--- Instructions for the task ---
Transcribe the stretch of entries below from the line with "clamped. (Rows are" through the line with "r(s) is at most", exactly and with both ends included; leave out all other lines.

--- Task data ---

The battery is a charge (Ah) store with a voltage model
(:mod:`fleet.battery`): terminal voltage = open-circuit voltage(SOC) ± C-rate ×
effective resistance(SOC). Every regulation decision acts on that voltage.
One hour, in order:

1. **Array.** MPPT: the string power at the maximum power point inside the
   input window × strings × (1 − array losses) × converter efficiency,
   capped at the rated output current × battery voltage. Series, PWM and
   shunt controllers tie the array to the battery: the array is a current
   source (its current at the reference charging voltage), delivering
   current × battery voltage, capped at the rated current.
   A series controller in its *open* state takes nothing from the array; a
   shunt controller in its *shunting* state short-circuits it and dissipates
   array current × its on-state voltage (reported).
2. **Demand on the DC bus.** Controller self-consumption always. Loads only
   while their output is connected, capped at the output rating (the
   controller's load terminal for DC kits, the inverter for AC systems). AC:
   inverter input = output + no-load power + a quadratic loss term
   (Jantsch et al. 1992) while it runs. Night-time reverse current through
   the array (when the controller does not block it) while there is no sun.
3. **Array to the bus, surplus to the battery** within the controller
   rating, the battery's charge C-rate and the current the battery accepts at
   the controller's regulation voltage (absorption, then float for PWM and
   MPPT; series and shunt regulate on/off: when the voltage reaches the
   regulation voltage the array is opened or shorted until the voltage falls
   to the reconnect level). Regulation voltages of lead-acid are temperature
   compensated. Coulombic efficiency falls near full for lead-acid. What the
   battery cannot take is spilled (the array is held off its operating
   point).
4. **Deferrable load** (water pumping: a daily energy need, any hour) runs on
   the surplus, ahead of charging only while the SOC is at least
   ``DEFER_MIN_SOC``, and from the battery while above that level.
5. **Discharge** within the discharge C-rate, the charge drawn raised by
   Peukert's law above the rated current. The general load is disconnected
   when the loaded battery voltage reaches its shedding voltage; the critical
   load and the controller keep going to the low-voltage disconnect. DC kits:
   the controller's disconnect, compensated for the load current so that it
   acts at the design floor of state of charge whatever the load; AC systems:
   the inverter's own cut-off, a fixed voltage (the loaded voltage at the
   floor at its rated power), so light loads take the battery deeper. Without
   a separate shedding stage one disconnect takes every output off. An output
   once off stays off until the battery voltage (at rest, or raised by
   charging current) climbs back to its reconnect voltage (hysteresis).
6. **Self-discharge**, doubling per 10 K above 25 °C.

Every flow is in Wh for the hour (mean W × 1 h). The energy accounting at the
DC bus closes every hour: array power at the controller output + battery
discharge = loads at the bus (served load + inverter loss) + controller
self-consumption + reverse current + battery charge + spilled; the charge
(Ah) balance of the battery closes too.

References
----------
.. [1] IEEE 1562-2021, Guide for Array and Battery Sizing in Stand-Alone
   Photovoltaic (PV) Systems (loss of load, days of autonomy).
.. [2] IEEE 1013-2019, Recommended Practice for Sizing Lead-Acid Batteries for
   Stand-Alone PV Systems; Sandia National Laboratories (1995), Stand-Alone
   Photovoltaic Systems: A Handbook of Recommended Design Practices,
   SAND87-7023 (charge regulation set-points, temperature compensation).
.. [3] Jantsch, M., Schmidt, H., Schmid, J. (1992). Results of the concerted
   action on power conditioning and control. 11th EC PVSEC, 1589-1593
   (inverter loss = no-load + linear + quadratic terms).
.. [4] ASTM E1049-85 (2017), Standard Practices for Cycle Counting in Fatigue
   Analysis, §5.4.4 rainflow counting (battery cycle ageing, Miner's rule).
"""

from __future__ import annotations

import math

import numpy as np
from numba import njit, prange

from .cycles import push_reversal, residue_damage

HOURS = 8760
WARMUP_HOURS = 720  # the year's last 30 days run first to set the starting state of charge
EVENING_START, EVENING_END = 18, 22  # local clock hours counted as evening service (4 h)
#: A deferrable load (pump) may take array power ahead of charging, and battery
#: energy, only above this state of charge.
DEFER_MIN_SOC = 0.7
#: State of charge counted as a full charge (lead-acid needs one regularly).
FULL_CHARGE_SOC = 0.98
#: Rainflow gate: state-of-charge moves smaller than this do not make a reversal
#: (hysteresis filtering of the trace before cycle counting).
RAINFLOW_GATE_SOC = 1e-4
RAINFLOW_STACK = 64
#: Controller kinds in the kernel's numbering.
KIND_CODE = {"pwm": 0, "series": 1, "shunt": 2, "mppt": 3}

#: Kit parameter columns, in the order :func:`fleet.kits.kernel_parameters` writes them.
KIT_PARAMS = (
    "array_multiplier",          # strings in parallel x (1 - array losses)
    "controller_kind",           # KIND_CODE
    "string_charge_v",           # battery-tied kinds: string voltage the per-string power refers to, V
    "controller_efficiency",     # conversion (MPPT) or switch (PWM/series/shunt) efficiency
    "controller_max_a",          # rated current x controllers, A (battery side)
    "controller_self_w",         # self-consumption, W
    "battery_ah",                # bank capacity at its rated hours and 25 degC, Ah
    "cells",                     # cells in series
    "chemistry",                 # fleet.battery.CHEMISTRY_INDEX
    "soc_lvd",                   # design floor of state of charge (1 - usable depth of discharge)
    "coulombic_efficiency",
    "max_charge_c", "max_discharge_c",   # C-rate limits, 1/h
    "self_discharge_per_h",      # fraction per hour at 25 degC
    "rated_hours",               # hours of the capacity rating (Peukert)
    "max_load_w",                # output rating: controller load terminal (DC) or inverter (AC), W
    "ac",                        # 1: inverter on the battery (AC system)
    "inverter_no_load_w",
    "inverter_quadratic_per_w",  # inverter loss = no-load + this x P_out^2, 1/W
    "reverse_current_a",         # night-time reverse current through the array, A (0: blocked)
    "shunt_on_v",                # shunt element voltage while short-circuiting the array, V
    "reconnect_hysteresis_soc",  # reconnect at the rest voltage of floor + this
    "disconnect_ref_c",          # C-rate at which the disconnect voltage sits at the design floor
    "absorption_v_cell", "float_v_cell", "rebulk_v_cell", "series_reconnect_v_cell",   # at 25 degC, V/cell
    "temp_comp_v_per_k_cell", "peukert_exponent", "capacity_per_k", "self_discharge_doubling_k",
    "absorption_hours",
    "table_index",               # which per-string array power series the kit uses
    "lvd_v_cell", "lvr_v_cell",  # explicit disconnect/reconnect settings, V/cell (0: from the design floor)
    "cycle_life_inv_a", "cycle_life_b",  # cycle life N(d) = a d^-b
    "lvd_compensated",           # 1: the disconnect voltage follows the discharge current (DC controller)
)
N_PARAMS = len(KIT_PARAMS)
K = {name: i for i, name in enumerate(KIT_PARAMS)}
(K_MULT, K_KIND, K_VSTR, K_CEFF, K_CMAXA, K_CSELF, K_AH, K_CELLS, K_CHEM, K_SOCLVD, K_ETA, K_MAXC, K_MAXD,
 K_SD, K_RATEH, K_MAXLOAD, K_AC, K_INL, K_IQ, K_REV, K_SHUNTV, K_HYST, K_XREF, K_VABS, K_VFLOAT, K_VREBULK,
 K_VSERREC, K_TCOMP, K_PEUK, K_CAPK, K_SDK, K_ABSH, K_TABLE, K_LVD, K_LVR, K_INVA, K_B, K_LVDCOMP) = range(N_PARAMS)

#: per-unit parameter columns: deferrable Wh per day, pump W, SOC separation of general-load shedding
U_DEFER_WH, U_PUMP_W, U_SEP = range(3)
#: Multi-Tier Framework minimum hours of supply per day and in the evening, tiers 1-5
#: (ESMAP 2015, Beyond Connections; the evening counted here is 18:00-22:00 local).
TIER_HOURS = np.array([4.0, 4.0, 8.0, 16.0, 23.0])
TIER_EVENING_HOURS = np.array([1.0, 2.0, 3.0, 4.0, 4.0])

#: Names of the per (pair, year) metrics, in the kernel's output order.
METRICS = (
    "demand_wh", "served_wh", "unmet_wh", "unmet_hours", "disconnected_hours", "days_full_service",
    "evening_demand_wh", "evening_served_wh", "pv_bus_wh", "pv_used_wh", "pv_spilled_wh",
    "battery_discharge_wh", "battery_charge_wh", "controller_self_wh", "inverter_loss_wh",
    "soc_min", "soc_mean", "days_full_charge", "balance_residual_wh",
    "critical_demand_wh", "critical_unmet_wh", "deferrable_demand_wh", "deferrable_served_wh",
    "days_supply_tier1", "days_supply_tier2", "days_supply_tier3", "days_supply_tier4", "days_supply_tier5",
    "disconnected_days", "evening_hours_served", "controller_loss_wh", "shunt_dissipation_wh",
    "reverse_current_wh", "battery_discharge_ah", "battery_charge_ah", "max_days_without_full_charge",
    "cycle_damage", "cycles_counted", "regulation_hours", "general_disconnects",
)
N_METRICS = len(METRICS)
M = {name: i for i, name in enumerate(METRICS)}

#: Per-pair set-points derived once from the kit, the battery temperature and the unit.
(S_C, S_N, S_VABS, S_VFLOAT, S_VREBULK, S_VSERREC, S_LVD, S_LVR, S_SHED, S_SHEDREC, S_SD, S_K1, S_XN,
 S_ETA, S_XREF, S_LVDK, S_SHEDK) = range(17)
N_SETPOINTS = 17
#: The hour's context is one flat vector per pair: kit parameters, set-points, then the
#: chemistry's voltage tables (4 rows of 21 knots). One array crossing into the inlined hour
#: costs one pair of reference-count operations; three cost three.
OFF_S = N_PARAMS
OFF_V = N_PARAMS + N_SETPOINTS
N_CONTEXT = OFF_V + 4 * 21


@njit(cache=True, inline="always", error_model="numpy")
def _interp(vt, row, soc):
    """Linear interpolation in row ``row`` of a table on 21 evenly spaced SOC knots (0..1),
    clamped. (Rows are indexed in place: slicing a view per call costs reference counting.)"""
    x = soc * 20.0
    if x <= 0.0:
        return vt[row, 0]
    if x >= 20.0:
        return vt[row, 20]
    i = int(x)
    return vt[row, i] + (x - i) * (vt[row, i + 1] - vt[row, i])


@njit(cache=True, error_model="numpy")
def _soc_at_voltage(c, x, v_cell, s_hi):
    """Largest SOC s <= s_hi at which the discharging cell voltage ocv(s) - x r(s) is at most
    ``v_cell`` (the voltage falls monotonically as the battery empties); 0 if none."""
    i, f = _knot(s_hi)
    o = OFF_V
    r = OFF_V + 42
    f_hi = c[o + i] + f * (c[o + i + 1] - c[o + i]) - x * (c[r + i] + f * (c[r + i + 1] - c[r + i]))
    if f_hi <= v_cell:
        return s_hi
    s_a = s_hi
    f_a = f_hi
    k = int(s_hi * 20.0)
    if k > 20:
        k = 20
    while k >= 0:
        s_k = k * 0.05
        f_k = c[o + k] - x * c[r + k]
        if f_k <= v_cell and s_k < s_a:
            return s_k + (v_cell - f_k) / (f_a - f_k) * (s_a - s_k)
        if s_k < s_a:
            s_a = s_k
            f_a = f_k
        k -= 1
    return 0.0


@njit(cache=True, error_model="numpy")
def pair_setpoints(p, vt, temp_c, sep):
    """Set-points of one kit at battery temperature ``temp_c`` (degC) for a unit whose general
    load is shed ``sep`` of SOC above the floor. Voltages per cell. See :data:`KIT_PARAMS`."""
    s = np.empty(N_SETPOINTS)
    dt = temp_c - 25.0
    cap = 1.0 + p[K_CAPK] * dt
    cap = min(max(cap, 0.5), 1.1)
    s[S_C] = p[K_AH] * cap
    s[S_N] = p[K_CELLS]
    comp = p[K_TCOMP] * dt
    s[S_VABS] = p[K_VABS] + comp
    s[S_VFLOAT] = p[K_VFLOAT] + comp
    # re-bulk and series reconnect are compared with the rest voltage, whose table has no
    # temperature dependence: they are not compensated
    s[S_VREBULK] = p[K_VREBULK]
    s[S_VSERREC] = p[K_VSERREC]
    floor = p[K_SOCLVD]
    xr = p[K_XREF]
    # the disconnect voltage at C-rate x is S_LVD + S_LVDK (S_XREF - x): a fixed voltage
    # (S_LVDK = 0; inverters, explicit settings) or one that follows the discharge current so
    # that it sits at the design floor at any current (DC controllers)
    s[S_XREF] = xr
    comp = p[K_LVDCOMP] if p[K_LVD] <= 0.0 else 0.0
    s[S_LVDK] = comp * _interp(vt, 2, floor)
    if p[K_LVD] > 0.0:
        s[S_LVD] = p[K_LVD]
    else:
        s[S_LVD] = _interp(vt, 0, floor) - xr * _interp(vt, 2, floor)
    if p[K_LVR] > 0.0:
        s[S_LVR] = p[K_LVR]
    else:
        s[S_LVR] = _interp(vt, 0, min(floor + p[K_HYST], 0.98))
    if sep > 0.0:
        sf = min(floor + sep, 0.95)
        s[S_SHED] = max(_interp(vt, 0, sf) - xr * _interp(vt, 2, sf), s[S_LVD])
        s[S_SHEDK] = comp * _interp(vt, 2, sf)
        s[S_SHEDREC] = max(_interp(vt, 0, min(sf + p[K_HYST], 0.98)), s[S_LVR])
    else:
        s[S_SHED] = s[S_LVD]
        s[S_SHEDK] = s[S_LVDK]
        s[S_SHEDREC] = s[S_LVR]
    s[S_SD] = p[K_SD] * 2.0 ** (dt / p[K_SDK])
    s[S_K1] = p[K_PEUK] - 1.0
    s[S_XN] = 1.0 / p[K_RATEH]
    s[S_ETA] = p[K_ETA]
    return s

--- Written solution ---
    clamped. (Rows are indexed in place: slicing a view per call costs reference counting.)"""
    x = soc * 20.0
    if x <= 0.0:
        return vt[row, 0]
    if x >= 20.0:
        return vt[row, 20]
    i = int(x)
    return vt[row, i] + (x - i) * (vt[row, i + 1] - vt[row, i])


@njit(cache=True, error_model="numpy")
def _soc_at_voltage(c, x, v_cell, s_hi):
    """Largest SOC s <= s_hi at which the discharging cell voltage ocv(s) - x r(s) is at most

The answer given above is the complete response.